■ **ACTIVITY**
Below is a block of entries; repeat exactly the lines starting at the line that contains "response.extend_from_slice(&values[..inner]);" and ending at the line that contains "for equation in", both included.

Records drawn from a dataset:
──────────────────────────────
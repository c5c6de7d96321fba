//! Trees to text, with no more parentheses than needed; reading the text gives the same tree.

use super::{Argument, Comparison, Expression, Kind, Operator, Sign, Test};
use std::fmt::{Display, Formatter, Result};

impl Operator {
    /// The sign as written.
    pub fn sign(self) -> &'static str {
        match self {
            Self::Add => "+",
            Self::Subtract => "-",
            Self::Multiply => "*",
            Self::Divide => "/",
            Self::Power => "^",
        }
    }

    fn binding(self) -> u8 {
        match self {
            Self::Add | Self::Subtract => 1,
            Self::Multiply | Self::Divide => 2,
            Self::Power => 4,
        }
    }
}

impl Comparison {
    /// The sign as written.
    pub fn sign(self) -> &'static str {
        match self {
            Self::Less => "<",
            Self::LessEqual => "<=",
            Self::Greater => ">",
            Self::GreaterEqual => ">=",
        }
    }
}

const SIGN: u8 = 3;
const PRIMARY: u8 = 5;

fn binding(kind: &Kind) -> u8 {
    match kind {
        Kind::Binary(operator, ..) => operator.binding(),
        Kind::Negate(_) => SIGN,
        Kind::Number { value, .. } if value.is_sign_negative() => SIGN,
        // As the base of a power, a number with unit needs parentheses.
        Kind::Number { unit: Some(_), .. } => 4,
        _ => PRIMARY,
    }
}

/// Writes a part, in parentheses unless it binds at least as strongly as `floor`.
fn part(f: &mut Formatter<'_>, e: &Expression, floor: u8) -> Result {
    if binding(&e.kind) < floor { write!(f, "({e})") } else { write!(f, "{e}") }
}

impl Display for Expression {
    fn fmt(&self, f: &mut Formatter<'_>) -> Result {
        match &self.kind {
            Kind::Number { value, unit, .. } => {
                let digits = format!("{value:?}");
                f.write_str(digits.strip_suffix(".0").unwrap_or(&digits))?;
                match unit {
                    // A 1 in front would be a second number.
                    Some(u) if u.text.starts_with('1') && !u.text.starts_with("1/") => write!(f, " [{}]", u.text),
                    Some(u) => write!(f, " {}", u.text),
                    None => Ok(()),
                }
            }
            Kind::Name(name) => f.write_str(name),
            Kind::Negate(a) => {
                f.write_str("-")?;
                // -(5 degC) is not -5 degC.
                let absolute = matches!(&a.kind, Kind::Number { unit: Some(u), .. } if u.is_absolute());
                part(f, a, if absolute { PRIMARY } else { SIGN })
            }
            Kind::Binary(Operator::Power, a, b) => {
                part(f, a, PRIMARY)?;
                f.write_str("^")?;
                part(f, b, SIGN)
            }
            Kind::Binary(operator, a, b) => {
                part(f, a, operator.binding())?;
                // Blanks, lest a unit in front reach over the sign.
                write!(f, " {} ", operator.sign())?;
                part(f, b, operator.binding() + 1)
            }
            Kind::Prime(a, order) => {
                let bare = matches!(a.kind, Kind::Name(_) | Kind::If(..) | Kind::Call { .. });
                part(f, a, if bare { 0 } else { u8::MAX })?;
                f.write_str(&"'".repeat(*order))
            }
            Kind::Call { name, primes, arguments, .. } => {
                write!(f, "{name}{}(", "'".repeat(*primes))?;
                for (i, argument) in arguments.iter().enumerate() {
                    let comma = if i == 0 { "" } else { ", " };
                    write!(f, "{comma}{argument}")?;
                }
                f.write_str(")")
            }
            Kind::If(test, a, b) => write!(f, "if({test}, {a}, {b})"),
        }
    }
}

impl Display for Argument {
    fn fmt(&self, f: &mut Formatter<'_>) -> Result {
        let side = match self.side {
            Some(Sign::Minus) => "-",
            Some(Sign::Plus) => "+",
            None => "",
        };
        write!(f, "{}{side}", self.value)
    }
}

impl Display for Test {
    fn fmt(&self, f: &mut Formatter<'_>) -> Result {
        match self {
            Self::Compare(a, sign, b) => write!(f, "{a} {} {b}", sign.sign()),
            Self::And(p, q) => {
                for (i, side) in [p, q].into_iter().enumerate() {
                    let word = if i == 0 { "" } else { " and " };
                    match **side {
                        Self::Or(..) => write!(f, "{word}({side})")?,
                        Self::And(..) if i == 1 => write!(f, "{word}({side})")?,
                        _ => write!(f, "{word}{side}")?,
                    }
                }
                Ok(())
            }
            Self::Or(p, q) => match **q {
                Self::Or(..) => write!(f, "{p} or ({q})"),
                _ => write!(f, "{p} or {q}"),
            },
        }
    }
}
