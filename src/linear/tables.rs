//! Tables on [-1, 1] for each number of nodes, made once and shared.

use crate::error::Result;
use crate::mesh::Element;
use crate::{legendre, operator};
use std::collections::HashMap;
use std::sync::Arc;

/// Nodes, weights and operators for n Legendre-Gauss-Lobatto nodes, or Gauss nodes at a singular end. Matrices are n x n, column-major.
#[derive(Debug)]
pub(crate) struct Tables {
    /// Number of nodes.
    pub n: usize,
    /// Nodes.
    pub nodes: Vec<f64>,
    /// Q_r for r = 1, 2, ...: r-fold integrals from -1, at the nodes.
    pub integrals: Vec<Vec<f64>>,
    /// The same at s = 1.
    pub ends: Vec<Vec<f64>>,
    /// Nodal values to Legendre coefficients.
    modal: Vec<f64>,
}

impl Tables {
    fn new(n: usize, depth: usize, open: bool) -> Result<Self> {
        let rule = if open { legendre::gauss(n)? } else { legendre::lobatto(n)? };
        let mut ends = Vec::with_capacity(depth);
        for r in 1..=depth {
            ends.push(operator::integration_at(&rule, r, &[1.0])?.as_slice().to_vec());
        }
        let integrals = (1..=depth).map(|r| operator::integration(&rule, r).as_slice().to_vec()).collect();
        let modal = legendre::to_modal(&rule).as_slice().to_vec();
        Ok(Self { n, nodes: rule.nodes().to_vec(), integrals, ends, modal })
    }

    /// Legendre coefficients of the interpolant of nodal values.
    pub fn modal(&self, values: &[f64]) -> Vec<f64> {
        let mut coefficients = vec![0.0; self.n];
        for (column, v) in self.modal.chunks_exact(self.n).zip(values) {
            for (c, m) in coefficients.iter_mut().zip(column) {
                *c += m * v;
            }
        }
        coefficients
    }
}

/// The tables made so far.
#[derive(Debug)]
pub(crate) struct Library {
    depth: usize,
    tables: HashMap<(usize, bool), Arc<Tables>>,
}

impl Library {
    /// Tables with Q_1..Q_depth.
    pub fn new(depth: usize) -> Self {
        Self { depth, tables: HashMap::new() }
    }

    /// Tables for the nodes of an element.
    pub fn get(&mut self, element: &Element) -> Result<Arc<Tables>> {
        let key = (element.nodes, element.open.is_some());
        if let Some(tables) = self.tables.get(&key) {
            return Ok(Arc::clone(tables));
        }
        let tables = Arc::new(Tables::new(element.nodes, self.depth, key.1)?);
        self.tables.insert(key, Arc::clone(&tables));
        Ok(tables)
    }
}
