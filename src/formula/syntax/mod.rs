//! Text to syntax tree, with places.
//!
//! From weakest to strongest: `+ -`, `* /`, unary minus, `^` (from the right: a^b^c is a^(b^c)), primes. So -x^2
//! is -(x^2) and 2^-x*y is (2^(-x))*y.

/// Text to tokens.
mod lexer;
/// Tokens to trees.
mod parser;
/// Trees to text.
mod print;

use crate::unit::{Unit, UnitError};
use parser::Parser;
use std::ops::Range;

/// Place in the text of one formula, in bytes.
pub type Span = Range<usize>;

/// A part of a formula and where it stands.
#[derive(Debug, Clone, PartialEq)]
pub struct Expression {
    /// What it is.
    pub kind: Kind,
    /// Where it stands in the formula's text.
    pub span: Span,
}

/// The kinds of expression.
#[derive(Debug, Clone, PartialEq)]
pub enum Kind {
    /// A number with its unit ("40 mm"), the plain value as written; `unit` is `None` for a pure number.
    /// The minus of `-5 degC` belongs to the number; that of `-5 m` is a [`Kind::Negate`].
    Number {
        /// The value as written, before conversion.
        value: f64,
        /// The unit behind it.
        unit: Option<Unit>,
        /// Where the unit stands (without the brackets of `[kN*m]`).
        unit_span: Option<Span>,
    },
    /// A declared name, `pi`, `inf`.
    Name(String),
    /// `-a`
    Negate(Box<Expression>),
    /// `a + b`, ...
    Binary(Operator, Box<Expression>, Box<Expression>),
    /// `a'`, `a''`: the order and what is differentiated.
    Prime(Box<Expression>, usize),
    /// `f(a, b)`: function, or a value at a point `y(0 m)`; primes between name and parenthesis
    /// (`y''(L)`) are counted in `primes`.
    Call {
        /// Name before the parenthesis.
        name: String,
        /// Where the name stands.
        name_span: Span,
        /// Primes behind the name.
        primes: usize,
        /// Arguments.
        arguments: Vec<Argument>,
    },
    /// `if(test, a, b)`
    If(Box<Test>, Box<Expression>, Box<Expression>),
}

/// An argument; `a-` and `a+` name a side of a point.
#[derive(Debug, Clone, PartialEq)]
pub struct Argument {
    /// The value.
    pub value: Expression,
    /// Side marked by a sign behind it.
    pub side: Option<Sign>,
}

/// Sign behind a point.
#[derive(Debug, Clone, Copy, PartialEq, Eq)]
pub enum Sign {
    /// `a-`: from the left.
    Minus,
    /// `a+`: from the right.
    Plus,
}

/// Arithmetic with two operands.
#[derive(Debug, Clone, Copy, PartialEq, Eq)]
pub enum Operator {
    /// `+`
    Add,
    /// `-`
    Subtract,
    /// `*`
    Multiply,
    /// `/`
    Divide,
    /// `^`
    Power,
}

/// The condition of an `if`.
#[derive(Debug, Clone, PartialEq)]
pub enum Test {
    /// `a < b` and the like; a chain `b1 < x < b2` is the `And` of its links.
    Compare(Box<Expression>, Comparison, Box<Expression>),
    /// `p and q`
    And(Box<Test>, Box<Test>),
    /// `p or q`
    Or(Box<Test>, Box<Test>),
}

/// Comparison signs.
#[derive(Debug, Clone, Copy, PartialEq, Eq)]
pub enum Comparison {
    /// `<`
    Less,
    /// `<=`
    LessEqual,
    /// `>`
    Greater,
    /// `>=`
    GreaterEqual,
}

/// What is wrong with a text, and where.
#[derive(Debug, Clone, PartialEq, thiserror::Error)]
#[error("{message}")]
pub struct SyntaxError {
    /// Where in the text.
    pub span: Span,
    /// What is wrong.
    pub message: String,
    /// What to do about it.
    pub hint: Option<String>,
}

impl SyntaxError {
    fn new(span: Span, message: impl Into<String>, hint: Option<&str>) -> Self {
        Self { span, message: message.into(), hint: hint.map(Into::into) }
    }

    /// An error of a unit that begins at byte `start` of the formula.
    fn in_unit(start: usize, error: UnitError) -> Self {
        Self { span: start + error.span.start..start + error.span.end, message: error.message, hint: error.hint }
    }
}

/// Longest formula read, in bytes.
pub const LONGEST: usize = 1 << 20;

/// Most brackets, signs and powers within each other.
pub const DEEPEST: usize = 200;

/// Deepest tree: a sum of as many terms is this deep too. Whoever walks a tree by recursion may rely on it.
pub const DEEPEST_TREE: usize = 500;

/// Reads one expression: the whole text must be used.
///
/// # Errors
/// [`SyntaxError`] at the first place that does not fit.
///
/// ```
/// use spanwise::formula::syntax::parse;
/// assert_eq!(parse("12 kN/m*x - -x^2")?.to_string(), "12 kN/m * x - -x^2");
/// assert_eq!(parse("2x").unwrap_err().hint.as_deref(), Some("write 2*x"));
/// # Ok::<(), spanwise::formula::syntax::SyntaxError>(())
/// ```
pub fn parse(text: &str) -> Result<Expression, SyntaxError> {
    Parser::new(text)?.formula()
}

/// Reads `left = right`.
///
/// # Errors
/// [`SyntaxError`] as for [`parse`], and where there is not exactly one `=`.
pub fn parse_equation(text: &str) -> Result<(Expression, Expression), SyntaxError> {
    Parser::new(text)?.equation()
}

/// Reads `expression in unit`; the split is at the last ` in ` outside brackets; no unit given: `None`.
///
/// # Errors
/// [`SyntaxError`] as for [`parse`], and for a unit that cannot be read.
pub fn parse_report(text: &str) -> Result<(Expression, Option<(Unit, Span)>), SyntaxError> {
    let Some((left, right)) = split_in(text) else {
        return Ok((parse(text)?, None));
    };
    match Unit::parse(&text[right.clone()], true) {
        Ok(unit) => Ok((parse(&text[..left])?, Some((unit, right)))),
        // `3 in + h`: this `in` is an inch.
        Err(error) => match parse(text) {
            Ok(expression) => Ok((expression, None)),
            Err(_) => Err(SyntaxError::in_unit(right.start, error)),
        },
    }
}

/// End of the expression and place of the unit, around the last ` in ` outside brackets.
fn split_in(text: &str) -> Option<(usize, Span)> {
    let bytes = text.as_bytes();
    let mut depth = 0usize;
    let mut found = None;
    for (i, byte) in bytes.iter().enumerate() {
        match byte {
            b'(' | b'[' => depth += 1,
            b')' | b']' => depth = depth.saturating_sub(1),
            _ if depth > 0 || !byte.is_ascii_whitespace() => {}
            _ => {
                let word = bytes.get(i + 1..i + 3) == Some(b"in");
                if word && bytes.get(i + 3).is_some_and(u8::is_ascii_whitespace) {
                    found = Some(i);
                }
            }
        }
    }
    let left = found?;
    let rest = &text[left + 4..];
    let start = text.len() - rest.trim_start().len();
    let end = text.trim_end().len();
    Some((left, start..end.max(start)))
}

/// The name that a text spells, in the form in which names stand in a tree, if it is one: letters (Greek too),
/// digits and `_`, not beginning with a digit, and none of the words `if and or in pi inf`.
///
/// The micro sign becomes the Greek letter mu and the ohm sign omega, for they look alike.
pub fn name(text: &str) -> Option<String> {
    let mut chars = text.chars();
    let good = chars.next().is_some_and(lexer::starts_name) && chars.all(lexer::continues_name);
    let reserved = ["if", "and", "or", "in", "pi", "inf"].contains(&text);
    (good && !reserved).then(|| lexer::normal(text))
}

#[cfg(test)]
mod tests;
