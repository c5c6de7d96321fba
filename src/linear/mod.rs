//! Linear algebra of one pass: condense an element, chain the elements, close with the conditions.
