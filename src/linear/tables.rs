//! Tables on [-1, 1] for each number of nodes, made once and shared.

use crate::error::Result;
use crate::legendre::{End, Kind};
use crate::mesh::Element;
use crate::model::Model;
use crate::{legendre, operator};
use std::collections::HashMap;
use std::sync::Arc;

/// Nodes, weights and operators for n Legendre-Gauss-Lobatto nodes, or Gauss nodes at a singular end. Matrices are n x n, column-major.
#[derive(Debug)]
pub(crate) struct Tables {
    /// Number of nodes.
    pub n: usize,
    /// Nodes.
    pub nodes: Vec<f64>,
    /// Q_r for r = 1, 2, ...: r-fold integrals from -1, at the nodes.
    pub integrals: Vec<Vec<f64>>,
    /// The same at s = 1.
    pub ends: Vec<Vec<f64>>,
    /// Nodal values to Legendre coefficients.
    modal: Vec<f64>,
}

impl Tables {
    /// Tables for the nodes of a rule, with Q_1..Q_depth.
    pub fn of(rule: &legendre::Rule, depth: usize) -> Result<Self> {
        let n = rule.len();
        let mut ends = Vec::with_capacity(depth);
        for r in 1..=depth {
            ends.push(operator::integration_at(rule, r, &[1.0])?.as_slice().to_vec());
        }
        let integrals = (1..=depth).map(|r| operator::integration(rule, r).as_slice().to_vec()).collect();
        let modal = legendre::to_modal(rule).as_slice().to_vec();
        Ok(Self { n, nodes: rule.nodes().to_vec(), integrals, ends, modal })
    }

    /// Legendre coefficients of the interpolant of nodal values.
    pub fn modal(&self, values: &[f64]) -> Vec<f64> {
        let mut coefficients = vec![0.0; self.n];
        for (column, v) in self.modal.chunks_exact(self.n).zip(values) {
            for (c, m) in coefficients.iter_mut().zip(column) {
                *c += m * v;
            }
        }
        coefficients
    }
}

/// The tables made so far.
#[derive(Debug)]
pub(crate) struct Library {
    depth: usize,
    /// Nodes of elements that are not open.
    kind: Kind,
    tables: HashMap<(usize, bool), Arc<Tables>>,
}

impl Library {
    /// Tables with Q_1..Q_depth for Lobatto nodes.
    pub fn new(depth: usize) -> Self {
        Self { depth, kind: Kind::Lobatto, tables: HashMap::new() }
    }

    /// Tables for a model: Radau nodes that face away from the conditions where these all stand at one end.
    ///
    /// Lobatto nodes treat both directions alike and hand a fast decaying mode on undamped over elements much longer than
    /// its length of decay, and with it the rounding. Of a boundary problem both ends hold such modes; in an
    /// initial-value problem nothing does, and the damping of Radau nodes is wanted (Hairer & Wanner, Solving Ordinary
    /// Differential Equations II, IV.5).
    pub fn suited(model: &dyn Model) -> Self {
        let last = model.points().len() - 1;
        let all_at = |point: usize| {
            let mut places = model.conditions().iter().flat_map(|c| &c.places);
            !model.conditions().is_empty() && places.all(|p| p.point == point)
        };
        let kind = match (all_at(0), all_at(last)) {
            (true, _) => Kind::Radau(End::Right),
            (_, true) => Kind::Radau(End::Left),
            _ => Kind::Lobatto,
        };
        Self { kind, ..Self::new(model.layout().orders().iter().copied().max().unwrap_or(0)) }
    }

    /// Whether elements that are not open have Lobatto nodes.
    pub fn lobatto(&self) -> bool {
        self.kind == Kind::Lobatto
    }

    /// Tables for the nodes of an element.
    pub fn get(&mut self, element: &Element) -> Result<Arc<Tables>> {
        let key = (element.nodes, element.open.is_some());
        if let Some(tables) = self.tables.get(&key) {
            return Ok(Arc::clone(tables));
        }
        let n = element.nodes;
        let rule = match self.kind {
            _ if key.1 => legendre::gauss(n)?,
            Kind::Radau(end) => legendre::radau(n, end)?,
            _ => legendre::lobatto(n)?,
        };
        let tables = Arc::new(Tables::of(&rule, self.depth)?);
        self.tables.insert(key, Arc::clone(&tables));
        Ok(tables)
    }
}
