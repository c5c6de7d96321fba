//! One element: collocation rows, tall factorisation, condensed rows and response.

use super::tables::Tables;
use crate::error::{Error, Result};
use crate::mesh::Element;
use crate::model::{Layout, Linearised, Model};
use crate::tolerance;
use faer::dyn_stack::{MemBuffer, MemStack};
use faer::linalg::lu::partial_pivoting::factor::{lu_in_place, lu_in_place_scratch};
use faer::linalg::{matmul::matmul, triangular_solve};
use faer::perm::{permute_rows_in_place, permute_rows_in_place_scratch};
use faer::reborrow::{Reborrow, ReborrowMut};
use faer::{Accum, MatMut, Par};

/// An element without its inner unknowns. Columns are `[left state | right state | constants | 1]`, states
/// divided by the common scale of their unknown.
#[derive(Debug, Clone)]
pub(crate) struct Condensed {
    /// M rows, row-major, whose product with the columns' values is zero.
    pub rows: Vec<f64>,
    /// Highest derivatives v * (h/2)^m / size: (d n) rows, column-major.
    pub response: Vec<f64>,
}

/// Sizes of the unknowns: those that all elements share, and those on the element at hand.
#[derive(Debug, Clone, Copy)]
pub(crate) struct Sizes<'a> {
    /// The states on the chain are divided by these.
    pub common: &'a [f64],
    /// Sizes of u_i on this element, as far as an earlier pass tells; rows are balanced by them, so that
    /// relative accuracy is kept where a solution is small.
    pub local: &'a [f64],
}

/// Buffers reused from element to element.
#[derive(Default)]
pub(crate) struct Workspace {
    tall: Vec<f64>,
    right: Vec<f64>,
    permutation: Vec<usize>,
    inverse: Vec<usize>,
    scratch: Option<MemBuffer>,
    scratch_bytes: usize,
}

/// Number of columns `[left | right | constants | 1]`.
pub(crate) fn width(layout: &Layout) -> usize {
    2 * layout.states() + layout.constants() + 1
}

/// Condenses one element.
///
/// `equations` holds residuals and derivatives at the element's nodes for zero jets and constants.
pub(crate) fn condense(
    layout: &Layout,
    element: &Element,
    tables: &Tables,
    equations: &Linearised,
    sizes: Sizes<'_>,
    work: &mut Workspace,
) -> Result<Condensed> {
    let scale = sizes.local;
    let (d, n, states) = (layout.unknowns(), tables.n, layout.states());
    let (inner, width) = (d * n, width(layout));
    let rows = inner + states;
    work.tall.clear();
    work.tall.resize(rows * inner, 0.0);
    work.right.clear();
    work.right.resize(rows * width, 0.0);
    fill_collocation(layout, element, tables, equations, scale, &mut work.tall, &mut work.right);
    fill_ends(layout, tables, inner, &mut work.tall, &mut work.right);
    factor(rows, inner, width, states, work);
    check_pivots(&work.tall, rows, inner, element)?;

    let right = MatMut::from_column_major_slice_mut(&mut work.right, rows, width);
    let (top, _) = right.split_at_row_mut(inner);
    let upper = faer::MatRef::from_column_major_slice(&work.tall, rows, inner).subrows(0, inner);
    let mut condensed = vec![0.0; states * width];
    triangular_solve::solve_upper_triangular_in_place(upper, top, Par::Seq);
    let mut response = Vec::with_capacity(inner * width);
    for (column, values) in work.right.chunks_exact(rows).enumerate() {
        response.extend_from_slice(&values[..inner]);
        for (state, value) in values[inner..].iter().enumerate() {
            condensed[state * width + column] = *value;
        }
    }
    normalise_rows(&mut condensed, width, 2 * states);
    unscale_columns(layout, 0.5 * element.length(), sizes, &mut condensed, &mut response, inner);
    Ok(Condensed { rows: condensed, response })
}

/// Rows F_i' = 0 at the nodes, each divided by its largest entry.
fn fill_collocation(
    layout: &Layout,
    element: &Element,
    tables: &Tables,
    equations: &Linearised,
    scale: &[f64],
    tall: &mut [f64],
    right: &mut [f64],
) {
    let (d, n, states) = (layout.unknowns(), tables.n, layout.states());
    let (inner, width) = (d * n, width(layout));
    let rows = inner + states;
    let half = 0.5 * element.length();
    for equation in 0..d {
        let first = equation * n;
        for (unknown, &m) in layout.orders().iter().enumerate() {
            for k in 0..=m {
                let jet = layout.jet(unknown, k);
                let start = (equation * layout.jets() + jet) * n;
                let a = &equations.jets[start..start + n];
                if a.iter().all(|a| *a == 0.0) {
                    continue;
                }
                let factor = scale[unknown] / half.powi(k as i32);
                // u^(k) = (h/2)^(m-k) Q_(m-k) v + Taylor polynomial of the left state
                for l in 0..n {
                    let column = &mut tall[(unknown * n + l) * rows + first..][..n];
                    if k == m {
                        column[l] += factor * a[l];
                    } else {
                        let q = &tables.integrals[m - k - 1][l * n..(l + 1) * n];
                        for ((c, a), q) in column.iter_mut().zip(a).zip(q) {
                            *c += factor * a * q;
                        }
                    }
                }
                for l in k..m {
                    let column = &mut right[layout.state(unknown, l) * rows + first..][..n];
                    for ((c, a), s) in column.iter_mut().zip(a).zip(&tables.nodes) {
                        *c -= factor * a * taylor(1.0 + s, l - k);
                    }
                }
            }
        }
        for constant in 0..layout.constants() {
            let a = &equations.constants[(equation * layout.constants() + constant) * n..][..n];
            let column = &mut right[(2 * states + constant) * rows + first..][..n];
            column.iter_mut().zip(a).for_each(|(c, a)| *c = -a);
        }
        let residual = &equations.residual[first..first + n];
        let column = &mut right[(width - 1) * rows + first..][..n];
        column.iter_mut().zip(residual).for_each(|(c, f)| *c = -f);
    }
    balance_rows(tall, right, rows, inner, states, layout.constants());
}

/// Divides each collocation row by its largest entry. Column by column, as the matrices lie in memory.
fn balance_rows(tall: &mut [f64], right: &mut [f64], rows: usize, inner: usize, states: usize, constants: usize) {
    let mut sizes = vec![0.0f64; inner];
    for column in tall.chunks_exact(rows).chain(right[..states * rows].chunks_exact(rows)) {
        sizes.iter_mut().zip(column).for_each(|(s, a)| *s = s.max(a.abs()));
    }
    for (row, size) in sizes.iter_mut().enumerate() {
        if *size == 0.0 {
            let constant = |c: usize| right[(2 * states + c) * rows + row].abs();
            *size = (0..constants).map(constant).fold(0.0, f64::max);
        }
        *size = if *size > 0.0 { 1.0 / *size } else { 1.0 };
    }
    for column in tall.chunks_exact_mut(rows).chain(right.chunks_exact_mut(rows)) {
        column.iter_mut().zip(&sizes).for_each(|(a, s)| *a *= s);
    }
}

/// Rows "state at the right end = Taylor polynomial of the left state + integral of v".
fn fill_ends(layout: &Layout, tables: &Tables, inner: usize, tall: &mut [f64], right: &mut [f64]) {
    let (n, states) = (tables.n, layout.states());
    let rows = inner + states;
    for (unknown, &m) in layout.orders().iter().enumerate() {
        for k in 0..m {
            let state = layout.state(unknown, k);
            let row = inner + state;
            for l in 0..n {
                tall[(unknown * n + l) * rows + row] = tables.ends[m - k - 1][l];
            }
            right[(states + state) * rows + row] = 1.0;
            for l in k..m {
                right[layout.state(unknown, l) * rows + row] = -taylor(2.0, l - k);
            }
        }
    }
}

/// t^k / k!
fn taylor(t: f64, k: usize) -> f64 {
    (1..=k).fold(1.0, |value, j| value * t / j as f64)
}

/// P T = L U with partial pivoting; the right-hand block becomes [L1^-1 B1; B2 - L2 L1^-1 B1].
fn factor(rows: usize, inner: usize, width: usize, states: usize, work: &mut Workspace) {
    let need = lu_in_place_scratch::<usize, f64>(rows, inner, Par::Seq, Default::default())
        .or(permute_rows_in_place_scratch::<usize, f64>(rows, width));
    if work.scratch.is_none() || work.scratch_bytes < need.unaligned_bytes_required() {
        work.scratch_bytes = need.unaligned_bytes_required();
        work.scratch = Some(MemBuffer::new(need));
    }
    let Some(scratch) = work.scratch.as_mut() else { return };
    work.permutation.resize(rows, 0);
    work.inverse.resize(rows, 0);
    let (_, permutation) = lu_in_place(
        MatMut::from_column_major_slice_mut(&mut work.tall, rows, inner),
        &mut work.permutation,
        &mut work.inverse,
        Par::Seq,
        MemStack::new(scratch),
        Default::default(),
    );
    let mut right = MatMut::from_column_major_slice_mut(&mut work.right, rows, width);
    permute_rows_in_place(right.rb_mut(), permutation, MemStack::new(scratch));
    let packed = faer::MatRef::from_column_major_slice(&work.tall, rows, inner);
    let (lower, below) = packed.split_at_row(inner);
    let (mut top, bottom) = right.split_at_row_mut(inner);
    triangular_solve::solve_unit_lower_triangular_in_place(lower, top.rb_mut(), Par::Seq);
    if states > 0 {
        matmul(bottom, Accum::Add, below, top.rb(), -1.0, Par::Seq);
    }
}

/// faer reports no singularity: the pivots say it.
fn check_pivots(tall: &[f64], rows: usize, inner: usize, element: &Element) -> Result<()> {
    let pivots = (0..inner).map(|k| tall[k * rows + k].abs());
    let (small, large) = pivots.fold((f64::INFINITY, 0.0f64), |(s, l), p| (s.min(p), l.max(p)));
    let finite = (0..inner).all(|k| tall[k * rows + k].is_finite());
    if finite && small > tolerance::PIVOT * large {
        return Ok(());
    }
    Err(Error::Singular(format!(
        "the equations do not determine the highest derivatives between x = {} and x = {} (SI): \
         an unknown drops out there, or an equation says nothing",
        element.left, element.right
    )))
}

/// Divides each row by its largest entry among the leading columns.
fn normalise_rows(rows: &mut [f64], width: usize, leading: usize) {
    for row in rows.chunks_exact_mut(width) {
        let size = row[..leading].iter().fold(0.0f64, |s, a| s.max(a.abs()));
        if size > 0.0 {
            row.iter_mut().for_each(|a| *a /= size);
        }
    }
}

/// From states scaled by (h/2)^k and local sizes to states that all neighbours share.
fn unscale_columns(layout: &Layout, half: f64, sizes: Sizes<'_>, rows: &mut [f64], response: &mut [f64], inner: usize) {
    let (states, width) = (layout.states(), width(layout));
    for (unknown, &m) in layout.orders().iter().enumerate() {
        for k in 0..m {
            let factor = half.powi(k as i32) * sizes.common[unknown] / sizes.local[unknown];
            for column in [layout.state(unknown, k), states + layout.state(unknown, k)] {
                rows.chunks_exact_mut(width).for_each(|row| row[column] *= factor);
                response[column * inner..(column + 1) * inner].iter_mut().for_each(|a| *a *= factor);
            }
        }
    }
}

/// Refuses residuals and derivatives that are not finite, naming the equation and the place.
pub(super) fn check_finite(model: &dyn Model, x: &[f64], equations: &Linearised) -> Result<()> {
    let n = x.len();
    let layout = model.layout();
    for (array, per_row) in
        [(&equations.residual, 1), (&equations.jets, layout.jets()), (&equations.constants, layout.constants())]
    {
        if let Some(index) = array.iter().position(|v| !v.is_finite()) {
            let what = model.equation_name(index / (n * per_row));
            return Err(Error::NotFinite { what, x: x[index % n] });
        }
    }
    Ok(())
}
──────────────────────────────
■ **OUTPUT**
        response.extend_from_slice(&values[..inner]);
        for (state, value) in values[inner..].iter().enumerate() {
            condensed[state * width + column] = *value;
        }
    }
    normalise_rows(&mut condensed, width, 2 * states);
    unscale_columns(layout, 0.5 * element.length(), sizes, &mut condensed, &mut response, inner);
    Ok(Condensed { rows: condensed, response })
}

/// Rows F_i' = 0 at the nodes, each divided by its largest entry.
fn fill_collocation(
    layout: &Layout,
    element: &Element,
    tables: &Tables,
    equations: &Linearised,
    scale: &[f64],
    tall: &mut [f64],
    right: &mut [f64],
) {
    let (d, n, states) = (layout.unknowns(), tables.n, layout.states());
    let (inner, width) = (d * n, width(layout));
    let rows = inner + states;
    let half = 0.5 * element.length();
    for equation in 0..d {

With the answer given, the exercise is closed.